Items listed in a dataset:
────────────────────

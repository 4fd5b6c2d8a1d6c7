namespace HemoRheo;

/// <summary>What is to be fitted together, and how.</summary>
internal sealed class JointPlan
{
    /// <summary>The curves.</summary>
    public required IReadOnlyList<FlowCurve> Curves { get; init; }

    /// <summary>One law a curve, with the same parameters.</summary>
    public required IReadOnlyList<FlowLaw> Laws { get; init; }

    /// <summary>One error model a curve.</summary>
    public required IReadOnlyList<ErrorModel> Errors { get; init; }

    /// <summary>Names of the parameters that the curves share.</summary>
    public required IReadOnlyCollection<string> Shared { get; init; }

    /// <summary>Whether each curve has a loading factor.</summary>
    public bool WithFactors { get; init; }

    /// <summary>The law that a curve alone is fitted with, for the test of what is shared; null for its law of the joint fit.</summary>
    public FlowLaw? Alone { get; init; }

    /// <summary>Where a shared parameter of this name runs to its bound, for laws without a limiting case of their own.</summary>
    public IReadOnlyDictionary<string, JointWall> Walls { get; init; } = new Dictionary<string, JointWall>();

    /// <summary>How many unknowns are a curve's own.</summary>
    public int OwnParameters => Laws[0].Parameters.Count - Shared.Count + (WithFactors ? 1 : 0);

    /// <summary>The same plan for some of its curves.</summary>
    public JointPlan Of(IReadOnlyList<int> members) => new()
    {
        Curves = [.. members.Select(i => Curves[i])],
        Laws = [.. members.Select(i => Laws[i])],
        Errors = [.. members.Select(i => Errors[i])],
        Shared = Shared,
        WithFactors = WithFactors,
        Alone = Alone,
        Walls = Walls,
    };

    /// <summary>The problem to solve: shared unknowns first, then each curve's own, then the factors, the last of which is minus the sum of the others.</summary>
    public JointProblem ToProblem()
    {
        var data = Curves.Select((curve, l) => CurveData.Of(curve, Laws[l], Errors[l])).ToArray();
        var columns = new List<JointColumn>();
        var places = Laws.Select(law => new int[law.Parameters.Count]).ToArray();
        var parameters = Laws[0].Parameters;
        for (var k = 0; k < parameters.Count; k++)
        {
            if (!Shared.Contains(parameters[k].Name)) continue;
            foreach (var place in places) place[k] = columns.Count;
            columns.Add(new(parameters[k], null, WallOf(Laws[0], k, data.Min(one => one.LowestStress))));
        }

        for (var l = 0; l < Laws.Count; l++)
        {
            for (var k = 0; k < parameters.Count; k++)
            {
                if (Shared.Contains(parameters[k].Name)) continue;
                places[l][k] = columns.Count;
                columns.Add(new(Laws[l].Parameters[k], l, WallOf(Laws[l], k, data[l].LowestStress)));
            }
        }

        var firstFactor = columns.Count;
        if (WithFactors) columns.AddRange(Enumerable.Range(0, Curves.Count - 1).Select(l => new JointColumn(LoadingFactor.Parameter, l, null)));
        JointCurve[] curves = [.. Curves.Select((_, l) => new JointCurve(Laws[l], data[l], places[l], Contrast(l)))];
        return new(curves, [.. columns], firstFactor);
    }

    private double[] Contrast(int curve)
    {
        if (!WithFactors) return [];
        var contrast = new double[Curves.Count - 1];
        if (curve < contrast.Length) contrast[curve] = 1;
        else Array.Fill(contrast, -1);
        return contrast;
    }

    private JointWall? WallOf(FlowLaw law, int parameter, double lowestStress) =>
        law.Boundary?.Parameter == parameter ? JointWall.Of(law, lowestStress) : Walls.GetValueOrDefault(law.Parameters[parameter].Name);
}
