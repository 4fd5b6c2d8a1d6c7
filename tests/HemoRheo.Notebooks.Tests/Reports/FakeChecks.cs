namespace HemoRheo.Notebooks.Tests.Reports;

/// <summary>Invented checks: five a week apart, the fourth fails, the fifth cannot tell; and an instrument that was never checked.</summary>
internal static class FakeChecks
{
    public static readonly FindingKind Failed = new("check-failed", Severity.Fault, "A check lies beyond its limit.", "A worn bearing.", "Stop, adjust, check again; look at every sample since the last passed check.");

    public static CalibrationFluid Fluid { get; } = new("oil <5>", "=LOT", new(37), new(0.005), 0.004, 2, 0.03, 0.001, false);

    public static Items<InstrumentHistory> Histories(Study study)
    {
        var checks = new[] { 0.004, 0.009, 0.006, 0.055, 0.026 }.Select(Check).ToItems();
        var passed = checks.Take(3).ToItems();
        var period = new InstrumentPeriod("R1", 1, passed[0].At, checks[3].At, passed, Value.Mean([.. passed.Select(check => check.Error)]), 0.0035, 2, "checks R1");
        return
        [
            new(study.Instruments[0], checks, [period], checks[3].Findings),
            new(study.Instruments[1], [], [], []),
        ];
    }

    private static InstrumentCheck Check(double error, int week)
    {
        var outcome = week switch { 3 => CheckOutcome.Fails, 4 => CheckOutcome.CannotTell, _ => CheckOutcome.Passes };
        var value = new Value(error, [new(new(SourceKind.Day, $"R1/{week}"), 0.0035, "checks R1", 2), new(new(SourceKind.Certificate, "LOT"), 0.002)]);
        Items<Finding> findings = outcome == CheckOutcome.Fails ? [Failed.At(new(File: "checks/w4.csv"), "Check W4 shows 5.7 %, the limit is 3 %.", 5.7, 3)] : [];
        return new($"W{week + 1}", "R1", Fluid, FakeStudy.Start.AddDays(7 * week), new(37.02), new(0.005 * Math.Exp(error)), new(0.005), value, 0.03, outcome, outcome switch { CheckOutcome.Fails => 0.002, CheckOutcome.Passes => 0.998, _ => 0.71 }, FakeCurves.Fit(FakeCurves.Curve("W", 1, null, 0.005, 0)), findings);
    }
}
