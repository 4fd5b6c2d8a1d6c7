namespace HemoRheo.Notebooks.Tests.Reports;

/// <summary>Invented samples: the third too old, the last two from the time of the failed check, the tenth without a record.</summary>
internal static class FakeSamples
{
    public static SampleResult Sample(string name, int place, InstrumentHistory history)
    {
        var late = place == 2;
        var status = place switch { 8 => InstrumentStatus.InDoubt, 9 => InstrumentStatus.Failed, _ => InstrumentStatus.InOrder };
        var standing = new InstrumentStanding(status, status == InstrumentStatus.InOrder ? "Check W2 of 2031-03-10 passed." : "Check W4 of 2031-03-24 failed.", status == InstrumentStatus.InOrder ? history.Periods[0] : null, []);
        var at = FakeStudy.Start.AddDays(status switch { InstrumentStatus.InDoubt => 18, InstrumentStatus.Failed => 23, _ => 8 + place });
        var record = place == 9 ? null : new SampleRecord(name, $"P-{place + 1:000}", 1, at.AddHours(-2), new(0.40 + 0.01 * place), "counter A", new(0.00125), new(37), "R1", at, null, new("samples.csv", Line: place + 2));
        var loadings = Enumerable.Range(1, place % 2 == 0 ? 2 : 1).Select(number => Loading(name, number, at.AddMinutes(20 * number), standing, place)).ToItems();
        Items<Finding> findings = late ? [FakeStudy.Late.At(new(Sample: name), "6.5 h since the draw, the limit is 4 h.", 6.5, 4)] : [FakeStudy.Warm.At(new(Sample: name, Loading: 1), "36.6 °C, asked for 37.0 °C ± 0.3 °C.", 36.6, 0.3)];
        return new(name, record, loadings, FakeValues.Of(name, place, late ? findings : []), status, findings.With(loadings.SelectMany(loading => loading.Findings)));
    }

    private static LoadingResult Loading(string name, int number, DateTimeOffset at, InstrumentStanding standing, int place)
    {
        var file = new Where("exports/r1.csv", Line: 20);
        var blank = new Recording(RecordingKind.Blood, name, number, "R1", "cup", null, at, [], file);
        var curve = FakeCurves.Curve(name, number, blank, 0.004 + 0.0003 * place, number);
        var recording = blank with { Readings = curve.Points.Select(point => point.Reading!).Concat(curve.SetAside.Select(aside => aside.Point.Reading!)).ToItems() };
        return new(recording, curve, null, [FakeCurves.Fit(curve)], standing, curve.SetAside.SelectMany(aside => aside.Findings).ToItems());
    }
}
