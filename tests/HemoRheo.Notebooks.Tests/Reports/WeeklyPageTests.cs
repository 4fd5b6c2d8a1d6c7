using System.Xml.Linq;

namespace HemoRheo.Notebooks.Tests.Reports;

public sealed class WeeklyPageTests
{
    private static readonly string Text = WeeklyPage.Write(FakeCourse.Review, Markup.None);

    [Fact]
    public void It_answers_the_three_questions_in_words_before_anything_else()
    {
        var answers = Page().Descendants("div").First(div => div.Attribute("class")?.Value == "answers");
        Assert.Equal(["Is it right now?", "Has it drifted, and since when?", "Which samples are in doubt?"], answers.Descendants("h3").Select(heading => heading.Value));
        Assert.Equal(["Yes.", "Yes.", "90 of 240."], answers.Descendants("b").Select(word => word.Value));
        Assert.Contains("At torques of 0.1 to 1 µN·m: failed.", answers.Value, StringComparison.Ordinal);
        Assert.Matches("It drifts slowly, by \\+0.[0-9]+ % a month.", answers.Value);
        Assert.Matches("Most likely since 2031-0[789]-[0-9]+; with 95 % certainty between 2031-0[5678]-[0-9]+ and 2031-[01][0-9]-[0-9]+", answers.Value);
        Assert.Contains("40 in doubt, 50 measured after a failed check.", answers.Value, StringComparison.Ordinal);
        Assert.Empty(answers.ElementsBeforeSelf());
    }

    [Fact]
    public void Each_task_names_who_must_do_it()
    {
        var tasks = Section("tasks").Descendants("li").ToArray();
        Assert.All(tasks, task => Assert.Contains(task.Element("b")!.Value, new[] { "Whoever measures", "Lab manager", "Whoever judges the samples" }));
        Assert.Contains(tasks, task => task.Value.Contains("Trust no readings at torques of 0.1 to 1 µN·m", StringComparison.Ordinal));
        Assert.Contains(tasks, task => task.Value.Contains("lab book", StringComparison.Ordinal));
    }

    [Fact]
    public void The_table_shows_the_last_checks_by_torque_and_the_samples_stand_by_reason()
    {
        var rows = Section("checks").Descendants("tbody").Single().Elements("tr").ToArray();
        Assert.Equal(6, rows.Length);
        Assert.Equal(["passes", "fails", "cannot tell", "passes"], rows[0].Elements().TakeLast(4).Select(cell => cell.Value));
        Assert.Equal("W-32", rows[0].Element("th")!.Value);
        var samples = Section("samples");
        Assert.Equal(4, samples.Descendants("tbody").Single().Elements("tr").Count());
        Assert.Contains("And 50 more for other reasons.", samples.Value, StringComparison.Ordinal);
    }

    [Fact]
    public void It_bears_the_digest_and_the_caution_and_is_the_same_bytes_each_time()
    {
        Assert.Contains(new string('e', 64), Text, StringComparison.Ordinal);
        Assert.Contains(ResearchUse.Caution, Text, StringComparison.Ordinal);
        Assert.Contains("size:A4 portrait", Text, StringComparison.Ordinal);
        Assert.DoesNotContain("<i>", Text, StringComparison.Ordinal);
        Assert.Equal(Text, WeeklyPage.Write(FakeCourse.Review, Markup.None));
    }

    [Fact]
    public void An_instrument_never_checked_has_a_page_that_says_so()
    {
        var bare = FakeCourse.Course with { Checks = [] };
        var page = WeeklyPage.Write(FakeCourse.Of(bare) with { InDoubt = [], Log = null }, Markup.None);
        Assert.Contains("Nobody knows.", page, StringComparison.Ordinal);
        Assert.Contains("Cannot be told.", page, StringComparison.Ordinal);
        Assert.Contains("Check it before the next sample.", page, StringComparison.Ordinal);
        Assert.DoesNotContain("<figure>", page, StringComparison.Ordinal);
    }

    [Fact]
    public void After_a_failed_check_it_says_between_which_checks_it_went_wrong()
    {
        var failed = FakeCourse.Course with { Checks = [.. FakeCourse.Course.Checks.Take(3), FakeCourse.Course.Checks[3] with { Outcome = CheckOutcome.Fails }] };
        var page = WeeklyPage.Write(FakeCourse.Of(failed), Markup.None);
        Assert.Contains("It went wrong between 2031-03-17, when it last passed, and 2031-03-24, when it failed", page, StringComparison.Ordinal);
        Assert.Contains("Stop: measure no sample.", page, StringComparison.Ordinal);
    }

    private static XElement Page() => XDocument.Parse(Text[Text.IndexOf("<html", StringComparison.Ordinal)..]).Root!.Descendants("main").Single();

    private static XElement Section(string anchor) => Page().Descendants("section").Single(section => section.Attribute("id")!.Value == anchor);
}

────────────────────

### [Exercise aim]
Nothing but the lines above from the one containing "return new(curves, [.." through the one containing "private JointWall? WallOf(FlowLaw" should appear in the answer, each repeated exactly.

### [Problem solution]
        return new(curves, [.. columns], firstFactor);
    }

    private double[] Contrast(int curve)
    {
        if (!WithFactors) return [];
        var contrast = new double[Curves.Count - 1];
        if (curve < contrast.Length) contrast[curve] = 1;
        else Array.Fill(contrast, -1);
        return contrast;
    }

    private JointWall? WallOf(FlowLaw law, int parameter, double lowestStress) =>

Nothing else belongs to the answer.